This codebase provide a minimal Pytorch tutorial of music source separation, including examples of audio data loader, models, training, and inference pipelines.
git clone https://github.com/qiuqiangkong/mini_mss
# Install Python environment
conda create --name mss python=3.8
conda activate mss
# Install Python packages dependencies.
sh env.sh
MUSDB18HQ is a music dataset with individual vocals, bass, drums, and other stems of music.
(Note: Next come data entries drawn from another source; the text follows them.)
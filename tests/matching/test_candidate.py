"""The ranked candidate record: frozen, typed, a dict only at the JSON edge (issue 17)."""

from __future__ import annotations

import dataclasses
import json

import pytest

from motorlib.files.airframe_toml import load_airframe
from motorlib.files.motor_xml import read_record
from motorlib.matching import Candidate, MatchSettings, rank

from ..conftest import SAMPLE_DIR


def _candidate(**kwargs) -> Candidate:
    base = dict(motor_id="m", handle="h", designation="F10-4", maker="", impulse_class="F", total_impulse_ns=60.0,
                diameter_m=0.024, length_m=0.07, fits=True, adapter=None)
    return Candidate(**{**base, **kwargs})


def test_a_candidate_is_frozen_and_owns_its_sequences() -> None:
    reasons = ["ejection too fast"]
    c = _candidate(reasons=reasons, reason_codes=["ejection-fast"])
    reasons.append("later")
    assert c.reasons == ("ejection too fast",) and c.reason_codes == ("ejection-fast",)
    with pytest.raises(dataclasses.FrozenInstanceError):
        c.apogee_m = 1.0  # type: ignore[misc]


def test_every_reason_and_note_needs_its_code() -> None:
    with pytest.raises(ValueError, match="F10-4: every reason and note needs its code"):
        _candidate(reasons=("a", "b"), reason_codes=("x",))
    with pytest.raises(ValueError, match="needs its code"):
        _candidate(notes=("n",))



def test_from_columns_builds_the_records_the_constructor_builds() -> None:
    # issue 16: the ranking builds its candidates column by column; each must be the constructor's record, in
    # field order (the JSON layout), with its own tuples, and refuse what the constructor refuses
    kinds = [dict(), dict(apogee_m=410.0, delay_adjusted=True, reasons=["too fast"], reason_codes=["ejection-fast"],
                          ballast_reasons=["x"], ballast_reason_codes=("y",), notes=("n",), note_codes=["c"]),
             dict(fits=False, adapter="24-18 mm", verdict="no fit", ballast_passes=False)]
    base = dict(motor_id="m", handle="h", designation="F10-4", maker="", impulse_class="F", total_impulse_ns=60.0,
                diameter_m=0.024, length_m=0.07, fits=True, adapter=None)
    given = [{**base, **kind} for kind in kinds]
    names = sorted({name for values in given for name in values})
    defaults = {f.name: f.default for f in dataclasses.fields(Candidate)}
    columns = {name: [values.get(name, defaults[name]) for values in given] for name in names}
    fast = Candidate.from_columns(columns)
    slow = [Candidate(**values) for values in given]
    assert fast == slow and [c.as_dict() for c in fast] == [c.as_dict() for c in slow]
    assert all(list(c.__dict__) == list(defaults) for c in fast)
    assert all(type(c.reasons) is tuple and type(c.note_codes) is tuple for c in fast)
    assert type(fast[1].ballast_reasons) is tuple and fast[0].ballast_reasons is None
    with pytest.raises(TypeError, match="has no field 'colour'"):
        Candidate.from_columns({**columns, "colour": ["red"] * 3})
    with pytest.raises(TypeError, match="needs field 'maker'"):
        Candidate.from_columns({k: v for k, v in columns.items() if k != "maker"})
    with pytest.raises(ValueError, match="needs its code"):
        Candidate.from_columns({**columns, "reason_codes": [(), (), ()]})
    assert Candidate.from_columns({name: [] for name in base}) == []

def test_as_dict_is_plain_json_with_the_notes_where_the_output_had_them() -> None:
    fits = _candidate(notes=("needs an adapter",), note_codes=("adapter",), verdict="pass", passes=True)
    data = fits.as_dict()
    assert data["notes"] == ["needs an adapter"] and json.loads(json.dumps(data)) == data
    keys = list(data)
    assert keys.index("notes") < keys.index("verdict") and keys[-1] == "ballast_passes"
    rejected = list(_candidate(fits=False, reasons=("too wide",), reason_codes=("motor-does-not-fit",)).as_dict())
    assert rejected[-2:] == ["notes", "note_codes"] and set(rejected) == set(keys)


def test_rank_returns_records_whose_figures_match_their_flight() -> None:
    # the record carries what the flight gave: apogee from the same batched simulation, not a copy of a dict
    from motorlib.flight import simulate

    frame = load_airframe(SAMPLE_DIR / "airframes" / "quibble-41.toml")
    motor = read_record(SAMPLE_DIR / "bramblewick-propulsion_g59-10.xml")
    (c,) = rank(frame, [motor], settings=MatchSettings(target_m=400.0)).candidates
    assert isinstance(c, Candidate) and c.fits and c.designation == motor.designation
    alone = simulate(frame, [motor], descent=False)
    assert c.apogee_m == pytest.approx(float(alone.apogee_m[0]), rel=1e-12)
    assert c.verdict in ("pass", "off target", "fail") and c.passes == (c.verdict == "pass")


def _identity(**kwargs) -> dict:
    return {**dict(motor_id="m", handle="h", designation="F10-4", maker="", impulse_class="F",
                   total_impulse_ns=60.0, diameter_m=0.024, length_m=0.07, fits=True, adapter=None), **kwargs}


@pytest.mark.parametrize("extra", [
    {},
    dict(apogee_m=412.5, chosen_delay_s=6.0, reasons=["ejection too fast"], reason_codes=["ejection-fast"],
         verdict="fail"),
    dict(fits=False, notes=("n",), note_codes=("adapter",), ballast_reasons=["x"], ballast_reason_codes=["y"],
         ballast_kg=0.1, ballast_passes=False),
])
def test_one_row_of_columns_builds_the_same_record_as_the_constructor(extra) -> None:
    values = _identity(**extra)
    fast, slow = _one(values), Candidate(**values)
    assert fast == slow and type(fast) is Candidate
    assert list(fast.__dict__) == [f.name for f in dataclasses.fields(Candidate)]  # the JSON key order
    assert fast.as_dict() == slow.as_dict() and list(fast.as_dict()) == list(slow.as_dict())
    assert all(type(getattr(fast, name)) is tuple for name in ("reasons", "reason_codes", "notes", "note_codes"))
    with pytest.raises(dataclasses.FrozenInstanceError):
        fast.apogee_m = 1.0  # type: ignore[misc]


def _one(values: dict) -> Candidate:
    """The candidate of one row of columns (Candidate.from_columns)."""
    (candidate,) = Candidate.from_columns({name: [value] for name, value in values.items()})
    return candidate


def test_columns_refuse_what_the_constructor_refuses() -> None:
    with pytest.raises(TypeError, match="no field 'apogee'"):
        _one(_identity(apogee=1.0))
    values = _identity()
    del values["maker"]
    with pytest.raises(TypeError, match="needs field 'maker'"):
        _one(values)
    with pytest.raises(ValueError, match="F10-4: every reason and note needs its code"):
        _one(_identity(reasons=("a",)))


def test_json_dicts_write_the_text_of_as_dict() -> None:
    fits = _candidate(reasons=("ejection too fast",), reason_codes=("ejection-fast",), notes=("n",), note_codes=("c",),
                      ballast_reasons=("a",), ballast_reason_codes=("b",))
    no_fit = _candidate(fits=False, reasons=("does not fit",), reason_codes=("motor-does-not-fit",), notes=("n",),
                        note_codes=("c",))
    for indent in (None, 2):
        assert (json.dumps(Candidate.json_dicts([fits, no_fit]), indent=indent)
                == json.dumps([fits.as_dict(), no_fit.as_dict()], indent=indent))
We provide a mini version which contains 1% of the full dataset for users to quickly run the code.
mkdir datasets
cd datasets
wget -O mini_musdb18hq.tar https://huggingface.co/datasets/qiuqiangkong/mini_audio_datasets/resolve/main/mini_musdb18hq.tar?download=true
tar -xvf mini_musdb18hq.tar
cd ..
Users can visit https://zenodo.org/records/3338373 to download the full MUSDB18HQ dataset
python train.py
After training on a single GPU for a few minutes, users can use the "latest.pth" checkpoint to inference their favorite songs.
python inference.py
After training for around 10 - 20 minutes (20 epochs), the vocal SDR will improve from -6 dB to around 2 dB.
[1] Qiuqiang Kong, Yin Cao, Haohe Liu, Keunwoo Choi, and Yuxuan Wang. "Decoupling magnitude and phase estimation with deep resunet for music source separation." arXiv preprint arXiv:2109.05418 (2021).